-- DATA FOR THE TASK follows --

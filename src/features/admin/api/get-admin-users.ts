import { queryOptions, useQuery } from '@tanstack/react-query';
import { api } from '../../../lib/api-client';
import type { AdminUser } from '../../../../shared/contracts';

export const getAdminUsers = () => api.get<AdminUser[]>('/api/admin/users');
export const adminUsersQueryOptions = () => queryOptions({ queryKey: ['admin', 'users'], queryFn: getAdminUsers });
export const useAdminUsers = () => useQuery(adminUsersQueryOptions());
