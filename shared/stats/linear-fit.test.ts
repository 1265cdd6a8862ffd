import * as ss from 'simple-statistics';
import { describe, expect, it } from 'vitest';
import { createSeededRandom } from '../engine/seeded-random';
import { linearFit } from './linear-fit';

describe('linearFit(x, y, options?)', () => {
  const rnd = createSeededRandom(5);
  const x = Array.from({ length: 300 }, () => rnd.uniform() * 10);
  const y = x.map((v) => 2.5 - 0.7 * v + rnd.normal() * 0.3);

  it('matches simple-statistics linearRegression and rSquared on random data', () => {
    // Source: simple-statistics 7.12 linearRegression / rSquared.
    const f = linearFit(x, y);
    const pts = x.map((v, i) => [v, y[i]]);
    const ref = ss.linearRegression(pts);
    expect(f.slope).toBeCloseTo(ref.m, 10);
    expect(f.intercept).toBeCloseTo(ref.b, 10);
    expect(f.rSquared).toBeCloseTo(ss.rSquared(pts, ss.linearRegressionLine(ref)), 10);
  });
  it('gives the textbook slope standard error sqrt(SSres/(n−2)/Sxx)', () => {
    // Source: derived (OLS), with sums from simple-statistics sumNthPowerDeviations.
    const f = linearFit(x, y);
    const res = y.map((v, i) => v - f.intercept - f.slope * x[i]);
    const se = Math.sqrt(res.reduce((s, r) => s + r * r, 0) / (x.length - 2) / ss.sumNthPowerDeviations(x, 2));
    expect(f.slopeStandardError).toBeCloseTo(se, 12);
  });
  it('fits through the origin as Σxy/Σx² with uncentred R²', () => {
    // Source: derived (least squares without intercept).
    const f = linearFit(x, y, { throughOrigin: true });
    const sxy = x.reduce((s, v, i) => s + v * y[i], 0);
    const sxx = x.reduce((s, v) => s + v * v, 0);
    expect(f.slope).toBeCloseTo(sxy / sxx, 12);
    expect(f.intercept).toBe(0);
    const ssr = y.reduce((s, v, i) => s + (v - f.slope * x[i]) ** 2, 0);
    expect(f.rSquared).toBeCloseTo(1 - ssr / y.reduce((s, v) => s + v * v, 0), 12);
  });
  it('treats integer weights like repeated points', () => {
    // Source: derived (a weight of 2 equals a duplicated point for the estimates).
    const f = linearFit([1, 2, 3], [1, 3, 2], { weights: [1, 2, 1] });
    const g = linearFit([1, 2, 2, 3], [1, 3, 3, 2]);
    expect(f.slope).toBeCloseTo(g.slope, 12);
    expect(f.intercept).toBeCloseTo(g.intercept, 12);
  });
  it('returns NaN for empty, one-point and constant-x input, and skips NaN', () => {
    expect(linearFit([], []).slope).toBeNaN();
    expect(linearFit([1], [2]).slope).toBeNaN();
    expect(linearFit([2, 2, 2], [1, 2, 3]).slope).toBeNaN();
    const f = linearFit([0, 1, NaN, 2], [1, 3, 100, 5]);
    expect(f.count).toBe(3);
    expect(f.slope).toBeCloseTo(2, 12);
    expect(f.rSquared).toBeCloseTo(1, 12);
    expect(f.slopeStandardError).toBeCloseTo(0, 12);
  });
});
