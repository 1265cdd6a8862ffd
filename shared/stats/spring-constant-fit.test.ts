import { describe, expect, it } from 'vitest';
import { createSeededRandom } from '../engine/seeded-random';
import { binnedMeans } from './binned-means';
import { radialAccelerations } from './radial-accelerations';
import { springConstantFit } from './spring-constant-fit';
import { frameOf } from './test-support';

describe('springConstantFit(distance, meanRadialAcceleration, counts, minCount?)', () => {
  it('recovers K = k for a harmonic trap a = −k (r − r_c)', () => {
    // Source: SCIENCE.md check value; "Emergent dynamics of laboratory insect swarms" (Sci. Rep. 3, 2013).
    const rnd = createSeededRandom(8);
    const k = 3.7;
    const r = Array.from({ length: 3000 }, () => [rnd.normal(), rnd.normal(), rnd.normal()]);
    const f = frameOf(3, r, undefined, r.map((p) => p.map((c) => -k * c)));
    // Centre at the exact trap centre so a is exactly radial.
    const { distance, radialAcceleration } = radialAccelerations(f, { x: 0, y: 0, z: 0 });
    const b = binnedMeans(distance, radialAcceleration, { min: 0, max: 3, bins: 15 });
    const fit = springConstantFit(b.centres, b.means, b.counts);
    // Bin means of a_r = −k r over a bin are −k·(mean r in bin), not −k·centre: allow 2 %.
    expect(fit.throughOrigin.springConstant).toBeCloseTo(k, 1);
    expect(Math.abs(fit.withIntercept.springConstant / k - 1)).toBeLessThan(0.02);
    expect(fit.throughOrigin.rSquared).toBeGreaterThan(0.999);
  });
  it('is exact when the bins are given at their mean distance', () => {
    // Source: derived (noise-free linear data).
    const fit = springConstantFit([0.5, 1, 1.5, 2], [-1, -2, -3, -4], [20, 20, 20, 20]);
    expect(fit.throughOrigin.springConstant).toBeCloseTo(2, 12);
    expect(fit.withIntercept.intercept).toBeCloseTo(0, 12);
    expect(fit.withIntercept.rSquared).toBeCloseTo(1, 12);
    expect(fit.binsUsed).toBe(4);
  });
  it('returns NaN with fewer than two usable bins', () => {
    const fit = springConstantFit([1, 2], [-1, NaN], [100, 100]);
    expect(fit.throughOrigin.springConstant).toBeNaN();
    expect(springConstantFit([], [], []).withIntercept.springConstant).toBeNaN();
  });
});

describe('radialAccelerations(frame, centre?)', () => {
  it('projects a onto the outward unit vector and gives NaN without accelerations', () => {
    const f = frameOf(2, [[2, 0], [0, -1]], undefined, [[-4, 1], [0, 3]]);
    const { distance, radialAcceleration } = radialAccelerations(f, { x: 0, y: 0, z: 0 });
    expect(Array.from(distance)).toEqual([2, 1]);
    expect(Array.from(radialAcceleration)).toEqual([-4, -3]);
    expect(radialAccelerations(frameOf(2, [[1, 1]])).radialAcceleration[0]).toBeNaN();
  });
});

-- DATA FOR THE TASK concluded --

WORK INSTRUCTION
Throughout the records above, find the lines in which the word "springConstantFit" appears and return them.

ANSWER SECTION
import { springConstantFit } from './spring-constant-fit';
describe('springConstantFit(distance, meanRadialAcceleration, counts, minCount?)', () => {
    const fit = springConstantFit(b.centres, b.means, b.counts);
    const fit = springConstantFit([0.5, 1, 1.5, 2], [-1, -2, -3, -4], [20, 20, 20, 20]);
    const fit = springConstantFit([1, 2], [-1, NaN], [100, 100]);
    expect(springConstantFit([], [], []).withIntercept.springConstant).toBeNaN();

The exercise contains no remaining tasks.